### Data for this exercise:
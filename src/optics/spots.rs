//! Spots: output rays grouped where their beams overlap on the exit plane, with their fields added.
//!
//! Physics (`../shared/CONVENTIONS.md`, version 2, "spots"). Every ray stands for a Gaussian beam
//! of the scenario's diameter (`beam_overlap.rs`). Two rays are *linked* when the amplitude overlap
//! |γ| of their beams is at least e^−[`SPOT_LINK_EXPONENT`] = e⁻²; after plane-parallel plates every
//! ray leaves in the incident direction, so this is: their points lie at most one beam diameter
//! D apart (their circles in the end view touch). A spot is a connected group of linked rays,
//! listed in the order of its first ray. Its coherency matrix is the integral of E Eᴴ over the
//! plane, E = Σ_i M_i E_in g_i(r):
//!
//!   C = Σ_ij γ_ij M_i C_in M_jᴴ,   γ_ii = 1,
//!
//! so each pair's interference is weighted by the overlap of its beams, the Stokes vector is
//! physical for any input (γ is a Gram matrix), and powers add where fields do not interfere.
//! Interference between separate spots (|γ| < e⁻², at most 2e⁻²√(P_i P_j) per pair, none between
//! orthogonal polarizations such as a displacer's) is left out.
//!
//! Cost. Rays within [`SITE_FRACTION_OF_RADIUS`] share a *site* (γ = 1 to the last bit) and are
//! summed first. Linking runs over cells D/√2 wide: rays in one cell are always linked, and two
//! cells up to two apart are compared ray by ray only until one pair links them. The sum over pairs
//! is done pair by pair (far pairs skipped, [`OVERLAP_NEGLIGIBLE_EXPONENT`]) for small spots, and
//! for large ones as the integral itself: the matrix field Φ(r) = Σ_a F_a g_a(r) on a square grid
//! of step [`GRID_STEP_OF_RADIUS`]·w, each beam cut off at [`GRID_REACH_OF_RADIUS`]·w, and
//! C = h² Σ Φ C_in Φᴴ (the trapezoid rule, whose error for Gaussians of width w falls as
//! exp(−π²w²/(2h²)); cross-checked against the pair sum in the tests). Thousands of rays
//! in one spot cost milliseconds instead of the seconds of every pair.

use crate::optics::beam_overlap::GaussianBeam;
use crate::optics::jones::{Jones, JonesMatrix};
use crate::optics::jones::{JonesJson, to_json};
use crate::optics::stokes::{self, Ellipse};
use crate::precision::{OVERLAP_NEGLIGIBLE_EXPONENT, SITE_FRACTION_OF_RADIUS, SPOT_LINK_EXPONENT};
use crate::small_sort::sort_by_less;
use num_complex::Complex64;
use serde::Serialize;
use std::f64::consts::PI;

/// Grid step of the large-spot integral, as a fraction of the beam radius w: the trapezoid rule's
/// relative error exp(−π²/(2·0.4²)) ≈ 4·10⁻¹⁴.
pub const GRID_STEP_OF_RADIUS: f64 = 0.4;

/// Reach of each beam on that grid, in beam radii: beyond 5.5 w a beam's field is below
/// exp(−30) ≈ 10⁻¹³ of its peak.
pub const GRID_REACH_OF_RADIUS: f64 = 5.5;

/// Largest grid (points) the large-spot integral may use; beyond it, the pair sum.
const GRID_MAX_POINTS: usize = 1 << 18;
==
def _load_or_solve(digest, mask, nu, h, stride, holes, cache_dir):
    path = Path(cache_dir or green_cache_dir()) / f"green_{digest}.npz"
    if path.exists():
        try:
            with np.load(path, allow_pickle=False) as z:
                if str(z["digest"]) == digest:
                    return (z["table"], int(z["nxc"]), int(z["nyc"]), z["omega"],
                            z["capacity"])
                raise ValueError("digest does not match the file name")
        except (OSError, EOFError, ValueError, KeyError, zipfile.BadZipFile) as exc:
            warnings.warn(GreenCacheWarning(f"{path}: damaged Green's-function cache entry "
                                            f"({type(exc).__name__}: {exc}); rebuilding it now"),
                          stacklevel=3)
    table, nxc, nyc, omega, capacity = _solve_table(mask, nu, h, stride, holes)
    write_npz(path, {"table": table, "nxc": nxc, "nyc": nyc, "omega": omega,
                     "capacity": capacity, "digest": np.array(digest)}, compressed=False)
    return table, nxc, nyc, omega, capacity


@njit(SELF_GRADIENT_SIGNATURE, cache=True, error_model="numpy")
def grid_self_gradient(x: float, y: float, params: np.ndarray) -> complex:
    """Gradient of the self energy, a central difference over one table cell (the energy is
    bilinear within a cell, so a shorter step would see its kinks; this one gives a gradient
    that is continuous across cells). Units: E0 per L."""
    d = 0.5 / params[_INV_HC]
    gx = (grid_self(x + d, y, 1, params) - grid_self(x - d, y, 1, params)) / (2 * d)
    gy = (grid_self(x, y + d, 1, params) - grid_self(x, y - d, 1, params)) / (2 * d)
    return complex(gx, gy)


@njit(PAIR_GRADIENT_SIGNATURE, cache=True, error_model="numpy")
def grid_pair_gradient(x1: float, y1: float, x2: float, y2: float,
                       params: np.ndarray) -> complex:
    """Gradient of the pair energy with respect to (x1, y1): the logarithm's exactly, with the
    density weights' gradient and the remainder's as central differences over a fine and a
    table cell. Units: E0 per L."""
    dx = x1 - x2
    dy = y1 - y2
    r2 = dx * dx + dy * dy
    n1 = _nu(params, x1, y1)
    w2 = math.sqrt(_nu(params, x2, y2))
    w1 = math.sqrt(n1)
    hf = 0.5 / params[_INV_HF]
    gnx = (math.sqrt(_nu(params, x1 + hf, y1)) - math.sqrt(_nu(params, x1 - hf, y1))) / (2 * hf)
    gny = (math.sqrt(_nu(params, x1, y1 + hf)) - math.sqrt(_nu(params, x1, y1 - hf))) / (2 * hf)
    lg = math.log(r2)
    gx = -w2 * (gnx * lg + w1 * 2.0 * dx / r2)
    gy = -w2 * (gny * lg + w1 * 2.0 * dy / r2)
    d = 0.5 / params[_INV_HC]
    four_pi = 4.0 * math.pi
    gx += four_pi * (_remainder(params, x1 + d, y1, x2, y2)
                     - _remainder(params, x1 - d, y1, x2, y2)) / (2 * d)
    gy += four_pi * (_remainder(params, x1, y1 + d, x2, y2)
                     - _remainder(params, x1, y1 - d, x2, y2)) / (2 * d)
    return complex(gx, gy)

### What is being asked:
In the entries above, find the line with "D apart (their" and the line with "pair, none between", then set down exactly those two and every line between them, nothing else.

### Solved problem:
//! D apart (their circles in the end view touch). A spot is a connected group of linked rays,
//! listed in the order of its first ray. Its coherency matrix is the integral of E Eᴴ over the
//! plane, E = Σ_i M_i E_in g_i(r):
//!
//!   C = Σ_ij γ_ij M_i C_in M_jᴴ,   γ_ii = 1,
//!
//! so each pair's interference is weighted by the overlap of its beams, the Stokes vector is
//! physical for any input (γ is a Gram matrix), and powers add where fields do not interfere.
//! Interference between separate spots (|γ| < e⁻², at most 2e⁻²√(P_i P_j) per pair, none between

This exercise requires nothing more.